Fire haze shrouds Los Angeles area
Fire haze shrouds Los Angeles area
1 October 2005
published by www.denverpost.com
Los Angeles – Smoky haze from a 20,655-acre wildfire hung over parts of the city Friday, but firefighters helped by good weather canceled most evacuation orders as they made significant gains against the flames.
A return of airflow from the Pacific raised fire-slowing humidity levels, and winds were far calmer than at midweek, when strong, moisture-sapping, dry winds from the interior spread the so-called Topanga fire rapidly in the hills and canyon lands between the northwest edge of Los Angeles and Ventura County suburbs to the west.
Amid the good news were new fire concerns 70 miles east of Los Angeles, where 1,200 people were evacuated from mountain communities because of a 450-acre blaze in the San Bernardino National Forest. And a small fire slumbering in hills above suburban Burbank also awakened, sending up a towering plume at midday.
The Topanga fire overlapping the Los Angeles-Ventura county line was 20 percent contained, up from 5 percent Thursday, and was expected to be 35 percent surrounded by day’s end, said Los Angeles County Deputy Chief Mike Bryant, the incident commander.
“We’re really happy with the weather today. This is a good opportunity for us,” Bryant said at the unified command post in Thousand Oaks. “It is a very, very important day for us in fightingthis fire.”
Evacuations were canceled in 10 areas and remained in effect for two, Lake Manor and Bell Canyon. About 400 people were registered in Red Cross shelters.
Despite the fire’s furious pace over the previous two days, confirmed structure losses stood at just one single-family home, three outbuildings, one storage building and a detached garage.
Fire officials indicated they would continue to focus on the south side of the fire area to keep any flames from jumping U.S. 101 and moving south.

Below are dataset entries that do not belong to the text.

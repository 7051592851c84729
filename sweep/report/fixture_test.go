package report

import (
	"fmt"
	"math"
	"math/cmplx"
	"path/filepath"
	"testing"
	"time"

	"rolloff/driver"
	"rolloff/sweep/analysis"
	"rolloff/sweep/event"
	"rolloff/sweep/plan"
	"rolloff/sweep/point"
	"rolloff/sweep/store"
)

// fixture describes a synthetic run: a DUT of gain gainDB with a
// first-order high-pass at lowHz and a second-order Butterworth low-pass
// at highHz (either 0 for none), measured at n log-spaced points.
type fixture struct {
	name, unit, batch, operator, notes string
	benchName                          string
	startHz, stopHz                    float64
	n                                  int
	gainDB, lowHz, highHz              float64
	flagged                            int // first points flagged under-range
}

// gain returns the DUT's gain in dB. |H| of a first-order high-pass
// jx/(1+jx) and a Butterworth low-pass 1/(1 − y² + j√2·y) (textbook
// transfer functions; both are 3.0103 dB down at their corner frequency).
func (f fixture) gain(hz float64) float64 {
	h := complex(math.Pow(10, f.gainDB/20), 0)
	if f.lowHz > 0 {
		x := complex(0, hz/f.lowHz)
		h *= x / (1 + x)
	}
	if f.highHz > 0 {
		y := hz / f.highHz
		h *= 1 / complex(1-y*y, math.Sqrt2*y)
	}
	return 20 * math.Log10(cmplx.Abs(h))
}

const fixtureBench = `name = %q
[limits]
max_vrms = 1.0
[generator]
profile = "generator-scpi.toml"
address = "tcp://192.0.2.10:5025"
[voltmeter]
profile = "dmm-scpi.toml"
address = "tcp://192.0.2.11:5025"
[converter]
profile = "converter-10db.toml"
`

// makeRun writes the fixture into a fresh store as a done run and returns
// its directory.
func makeRun(t testing.TB, f fixture) string {
	t.Helper()
	st, err := store.Open(filepath.Join(t.TempDir(), "runs"))
	if err != nil {
		t.Fatal(err)
	}
	planDoc := fmt.Sprintf("name = %q\nunit = %q\nbatch = %q\noperator = %q\nnotes = %q\nreference_hz = %g\n[frequencies]\nspacing = \"log\"\nstart_hz = %g\nstop_hz = %g\npoints = %d\n[level]\nvrms = 0.05\n",
		f.name, f.unit, f.batch, f.operator, f.notes, math.Sqrt(f.startHz*f.stopHz), f.startHz, f.stopHz, f.n)
	p, err := plan.DecodeTOML("plan.toml", []byte(planDoc))
	if err != nil {
		t.Fatal(err)
	}
	if err := p.Validate(driver.GeneratorLimits{MaxVrms: 1}); err != nil {
		t.Fatal(err)
	}
	bench := f.benchName
	if bench == "" {
		bench = "Line-driver test bench"
	}
	r, err := st.Create(store.CreateOpts{PlanFile: "plan.toml", PlanData: []byte(planDoc), Plan: p,
		BenchFile: []byte(fmt.Sprintf(fixtureBench, bench)),
		Identities: map[string]driver.Identity{
			"generator": {Manufacturer: "rolloff", Model: "SIM-GEN-1", Serial: "G-4711", Firmware: "1.0"},
			"voltmeter": {Manufacturer: "rolloff", Model: "SIM-DCV-1", Serial: "V-0815", Firmware: "2.3"},
		},
		Now: time.Date(2026, 11, 30, 9, 15, 0, 0, time.UTC)})
	if err != nil {
		t.Fatal(err)
	}
	defer r.Close()
	fs, err := p.Freqs()
	if err != nil {
		t.Fatal(err)
	}
	t0 := time.Date(2026, 11, 30, 9, 15, 1, 0, time.UTC)
	for i, q := range fs {
		g := f.gain(q.Hz)
		// A deterministic ripple of ±0.002 dB stands in for noise.
		g += 0.002 * math.Sin(float64(i)*2.3)
		vout := 0.05 * math.Pow(10, g/20)
		pt := point.Point{Seq: i, Index: i, FreqHz: q.Hz, VinVrms: 0.05, VoutVrms: vout, GainDB: g,
			DCVolts: 0.5, RangeIndex: 6, Range: "1 V", RangeFSVrms: 1, FractionFS: vout, Readings: 2,
			StdRel: 1e-4, ConvAccRel: 0.002, DCAccV: 2e-5, SettleS: 0.5, Time: t0.Add(time.Duration(i) * time.Second)}
		if vout < 0.1 {
			pt.RangeIndex, pt.Range, pt.RangeFSVrms = 5, "100 mV", 0.1
		}
		if i < f.flagged {
			pt.Flags = []string{point.FlagUnderRange}
		}
		if err := r.AppendPoint(pt); err != nil {
			t.Fatal(err)
		}
	}
	if err := r.SetState(event.Done, fmt.Sprintf("%d points", len(fs))); err != nil {
		t.Fatal(err)
	}
	return r.Dir()
}

// demoFixture is the line-driver prototype: +20 dB, corners at 8 Hz and
// 95 kHz, measured from 2 Hz to 2 MHz.
func demoFixture(n int) fixture {
	return fixture{name: "line-driver prototype", unit: "LD-0042", batch: "proto-A", operator: "bench 3",
		notes: "Second unit of the prototype batch; output loaded with 600 ohm.", startHz: 2, stopHz: 2e6, n: n,
		gainDB: 20, lowHz: 8, highHz: 95e3, flagged: 2}
}

// relMask is a relative mask with a lower limit at lowerDB between loHz
// and hiHz and an upper limit of +0.5 dB over the same span.
func relMask(name string, loHz, hiHz, lowerDB float64) *analysis.Mask {
	return &analysis.Mask{Name: name, Relative: true,
		Upper: [][2]float64{{loHz, 0.5}, {hiHz, 0.5}},
		Lower: [][2]float64{{loHz, lowerDB}, {hiHz, lowerDB}}}
}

Fires northwest of Los Angeles have a history of blowing southward through the Santa Monica Mountains and Malibu to the ocean.
Ashes from the fires fell on the production site of the TV show “ER,” actor John Leguizamo told Fox 11 News. “We were shooting in Burbank, and you could smell them. We wrapped the episode last night. You could see the smoke coming on and ashes flying through the trailers,” he said.